┌──
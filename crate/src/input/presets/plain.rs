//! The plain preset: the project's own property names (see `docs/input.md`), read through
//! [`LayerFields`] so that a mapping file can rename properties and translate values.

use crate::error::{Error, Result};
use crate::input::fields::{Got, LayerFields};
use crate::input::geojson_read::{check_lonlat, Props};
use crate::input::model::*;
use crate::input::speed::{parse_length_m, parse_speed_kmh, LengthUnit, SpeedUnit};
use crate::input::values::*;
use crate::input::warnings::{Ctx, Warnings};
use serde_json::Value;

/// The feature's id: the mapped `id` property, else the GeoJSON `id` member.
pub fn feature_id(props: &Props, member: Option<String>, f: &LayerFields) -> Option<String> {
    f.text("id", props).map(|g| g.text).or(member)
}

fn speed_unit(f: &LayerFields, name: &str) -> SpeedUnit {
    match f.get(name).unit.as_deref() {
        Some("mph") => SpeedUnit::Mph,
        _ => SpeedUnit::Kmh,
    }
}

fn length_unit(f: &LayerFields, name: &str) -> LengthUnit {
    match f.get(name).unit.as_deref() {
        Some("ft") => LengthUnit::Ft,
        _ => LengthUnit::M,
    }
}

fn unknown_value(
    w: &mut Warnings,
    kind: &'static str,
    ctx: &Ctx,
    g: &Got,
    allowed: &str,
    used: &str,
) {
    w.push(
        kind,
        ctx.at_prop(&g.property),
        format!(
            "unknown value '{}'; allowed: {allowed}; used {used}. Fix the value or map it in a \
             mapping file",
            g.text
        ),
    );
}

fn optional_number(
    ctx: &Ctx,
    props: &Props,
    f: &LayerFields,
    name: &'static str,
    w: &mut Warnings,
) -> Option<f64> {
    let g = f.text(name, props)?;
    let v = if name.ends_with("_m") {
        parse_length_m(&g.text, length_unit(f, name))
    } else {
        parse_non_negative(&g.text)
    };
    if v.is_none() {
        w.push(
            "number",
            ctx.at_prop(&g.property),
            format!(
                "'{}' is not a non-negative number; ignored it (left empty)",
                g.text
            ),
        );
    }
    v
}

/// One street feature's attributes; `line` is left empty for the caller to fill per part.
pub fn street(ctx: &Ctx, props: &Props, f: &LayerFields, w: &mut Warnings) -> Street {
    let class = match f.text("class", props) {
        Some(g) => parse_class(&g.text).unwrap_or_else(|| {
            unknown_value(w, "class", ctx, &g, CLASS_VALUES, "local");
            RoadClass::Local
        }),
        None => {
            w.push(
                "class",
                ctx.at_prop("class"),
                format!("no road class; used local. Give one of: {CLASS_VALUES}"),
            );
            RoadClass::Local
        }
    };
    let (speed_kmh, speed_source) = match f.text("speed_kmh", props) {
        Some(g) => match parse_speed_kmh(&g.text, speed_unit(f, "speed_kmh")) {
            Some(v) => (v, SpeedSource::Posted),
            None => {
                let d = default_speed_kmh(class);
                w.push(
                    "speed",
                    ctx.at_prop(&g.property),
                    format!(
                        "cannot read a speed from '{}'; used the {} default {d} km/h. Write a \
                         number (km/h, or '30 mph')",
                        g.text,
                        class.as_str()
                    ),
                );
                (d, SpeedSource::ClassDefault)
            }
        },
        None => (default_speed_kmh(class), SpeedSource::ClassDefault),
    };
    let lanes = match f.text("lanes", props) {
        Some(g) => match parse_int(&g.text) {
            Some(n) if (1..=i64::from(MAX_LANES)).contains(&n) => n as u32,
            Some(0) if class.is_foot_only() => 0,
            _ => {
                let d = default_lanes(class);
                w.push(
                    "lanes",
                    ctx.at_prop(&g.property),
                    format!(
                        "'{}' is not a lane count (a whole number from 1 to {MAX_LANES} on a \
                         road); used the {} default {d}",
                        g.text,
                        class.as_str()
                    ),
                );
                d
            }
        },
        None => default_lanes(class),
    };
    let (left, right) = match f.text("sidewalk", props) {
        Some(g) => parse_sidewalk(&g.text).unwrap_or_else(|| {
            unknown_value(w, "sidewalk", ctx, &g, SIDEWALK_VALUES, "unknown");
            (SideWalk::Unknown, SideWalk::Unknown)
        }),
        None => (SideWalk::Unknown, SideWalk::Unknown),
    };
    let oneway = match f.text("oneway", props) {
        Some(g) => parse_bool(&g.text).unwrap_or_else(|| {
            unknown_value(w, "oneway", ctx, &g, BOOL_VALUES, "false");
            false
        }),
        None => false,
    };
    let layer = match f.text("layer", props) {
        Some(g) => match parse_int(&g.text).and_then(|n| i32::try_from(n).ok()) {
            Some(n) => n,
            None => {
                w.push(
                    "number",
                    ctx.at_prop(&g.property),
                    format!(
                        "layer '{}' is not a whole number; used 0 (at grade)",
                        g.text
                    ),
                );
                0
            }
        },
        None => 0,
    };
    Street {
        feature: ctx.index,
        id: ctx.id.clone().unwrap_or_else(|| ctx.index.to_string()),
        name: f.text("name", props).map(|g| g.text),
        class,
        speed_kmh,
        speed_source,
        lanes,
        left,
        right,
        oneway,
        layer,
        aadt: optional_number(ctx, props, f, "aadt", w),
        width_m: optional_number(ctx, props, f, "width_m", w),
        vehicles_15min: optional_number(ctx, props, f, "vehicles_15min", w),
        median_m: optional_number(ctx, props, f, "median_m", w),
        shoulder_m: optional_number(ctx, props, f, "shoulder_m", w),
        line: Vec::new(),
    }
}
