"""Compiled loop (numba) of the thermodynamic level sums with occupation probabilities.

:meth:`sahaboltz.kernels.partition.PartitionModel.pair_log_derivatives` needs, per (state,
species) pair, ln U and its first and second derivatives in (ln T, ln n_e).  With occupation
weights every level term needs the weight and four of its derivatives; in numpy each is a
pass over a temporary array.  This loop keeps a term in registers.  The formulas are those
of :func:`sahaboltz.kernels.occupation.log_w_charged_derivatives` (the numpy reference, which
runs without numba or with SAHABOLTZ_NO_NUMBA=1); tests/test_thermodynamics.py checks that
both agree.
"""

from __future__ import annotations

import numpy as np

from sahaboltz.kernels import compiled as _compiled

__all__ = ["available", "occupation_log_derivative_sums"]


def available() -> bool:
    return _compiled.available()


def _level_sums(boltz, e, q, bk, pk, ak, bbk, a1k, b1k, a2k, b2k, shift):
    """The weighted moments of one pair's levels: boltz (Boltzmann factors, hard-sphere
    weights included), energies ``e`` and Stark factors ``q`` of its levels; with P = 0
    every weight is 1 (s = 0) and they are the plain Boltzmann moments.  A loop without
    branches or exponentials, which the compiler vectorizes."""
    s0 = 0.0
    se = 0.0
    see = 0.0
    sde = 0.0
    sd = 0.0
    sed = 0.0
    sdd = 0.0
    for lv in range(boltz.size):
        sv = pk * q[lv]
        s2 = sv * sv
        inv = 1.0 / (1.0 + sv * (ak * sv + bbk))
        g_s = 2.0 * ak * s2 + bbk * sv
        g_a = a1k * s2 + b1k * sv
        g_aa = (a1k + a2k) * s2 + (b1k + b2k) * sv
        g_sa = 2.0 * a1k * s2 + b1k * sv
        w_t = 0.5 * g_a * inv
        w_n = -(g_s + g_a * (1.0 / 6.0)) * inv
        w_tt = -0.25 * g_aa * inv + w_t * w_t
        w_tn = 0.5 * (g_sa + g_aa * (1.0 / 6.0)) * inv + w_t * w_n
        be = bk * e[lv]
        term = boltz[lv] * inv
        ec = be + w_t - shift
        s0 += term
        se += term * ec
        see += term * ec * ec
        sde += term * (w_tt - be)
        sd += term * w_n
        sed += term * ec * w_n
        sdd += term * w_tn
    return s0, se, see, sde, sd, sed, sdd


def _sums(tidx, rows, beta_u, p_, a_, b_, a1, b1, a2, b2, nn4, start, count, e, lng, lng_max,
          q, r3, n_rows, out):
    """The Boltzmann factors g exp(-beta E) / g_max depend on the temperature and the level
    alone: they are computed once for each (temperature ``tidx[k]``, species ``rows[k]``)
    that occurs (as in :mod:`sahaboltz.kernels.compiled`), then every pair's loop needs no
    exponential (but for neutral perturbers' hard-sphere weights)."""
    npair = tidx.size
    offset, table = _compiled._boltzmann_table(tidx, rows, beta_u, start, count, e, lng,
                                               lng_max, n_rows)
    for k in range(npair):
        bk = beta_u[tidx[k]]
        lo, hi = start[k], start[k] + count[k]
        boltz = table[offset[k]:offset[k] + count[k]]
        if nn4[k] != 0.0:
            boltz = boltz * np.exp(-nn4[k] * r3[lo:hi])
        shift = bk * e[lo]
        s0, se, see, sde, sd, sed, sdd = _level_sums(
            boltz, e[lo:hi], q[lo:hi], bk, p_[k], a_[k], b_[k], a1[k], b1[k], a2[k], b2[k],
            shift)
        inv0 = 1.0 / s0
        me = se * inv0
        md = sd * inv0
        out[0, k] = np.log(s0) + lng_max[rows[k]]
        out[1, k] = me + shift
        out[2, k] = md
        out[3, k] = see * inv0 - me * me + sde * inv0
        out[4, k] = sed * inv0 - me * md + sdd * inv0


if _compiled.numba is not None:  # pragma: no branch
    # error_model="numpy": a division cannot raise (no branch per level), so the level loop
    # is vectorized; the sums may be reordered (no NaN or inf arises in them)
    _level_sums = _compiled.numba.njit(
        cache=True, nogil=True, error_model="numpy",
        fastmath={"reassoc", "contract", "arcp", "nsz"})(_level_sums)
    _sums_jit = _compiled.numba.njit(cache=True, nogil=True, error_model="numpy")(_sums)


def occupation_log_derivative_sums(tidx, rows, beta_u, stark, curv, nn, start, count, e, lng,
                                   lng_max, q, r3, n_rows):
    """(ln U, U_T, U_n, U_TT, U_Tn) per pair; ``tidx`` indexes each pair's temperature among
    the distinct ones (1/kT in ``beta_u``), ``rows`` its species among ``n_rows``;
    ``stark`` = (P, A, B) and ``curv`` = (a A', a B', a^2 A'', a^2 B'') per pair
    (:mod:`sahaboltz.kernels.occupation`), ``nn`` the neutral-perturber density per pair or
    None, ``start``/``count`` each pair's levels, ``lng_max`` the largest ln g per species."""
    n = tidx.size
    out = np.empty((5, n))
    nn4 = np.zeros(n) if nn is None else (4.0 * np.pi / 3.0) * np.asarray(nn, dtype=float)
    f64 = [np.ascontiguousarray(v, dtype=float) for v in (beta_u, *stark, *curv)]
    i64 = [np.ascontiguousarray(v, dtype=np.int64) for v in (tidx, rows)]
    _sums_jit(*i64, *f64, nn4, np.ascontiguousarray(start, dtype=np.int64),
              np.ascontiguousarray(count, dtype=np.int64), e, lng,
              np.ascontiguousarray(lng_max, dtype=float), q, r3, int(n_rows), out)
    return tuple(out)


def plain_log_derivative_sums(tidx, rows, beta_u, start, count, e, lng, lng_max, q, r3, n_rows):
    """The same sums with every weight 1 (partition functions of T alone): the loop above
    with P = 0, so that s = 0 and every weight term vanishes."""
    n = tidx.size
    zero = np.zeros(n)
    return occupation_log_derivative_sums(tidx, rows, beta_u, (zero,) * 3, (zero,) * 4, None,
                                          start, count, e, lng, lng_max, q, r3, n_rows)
└──
:: WHAT TO WORK ON ::
When you have gone through the records above, say how many lines include the word "alone", and write nothing besides that number.

:: FINISHED EXERCISE ::
2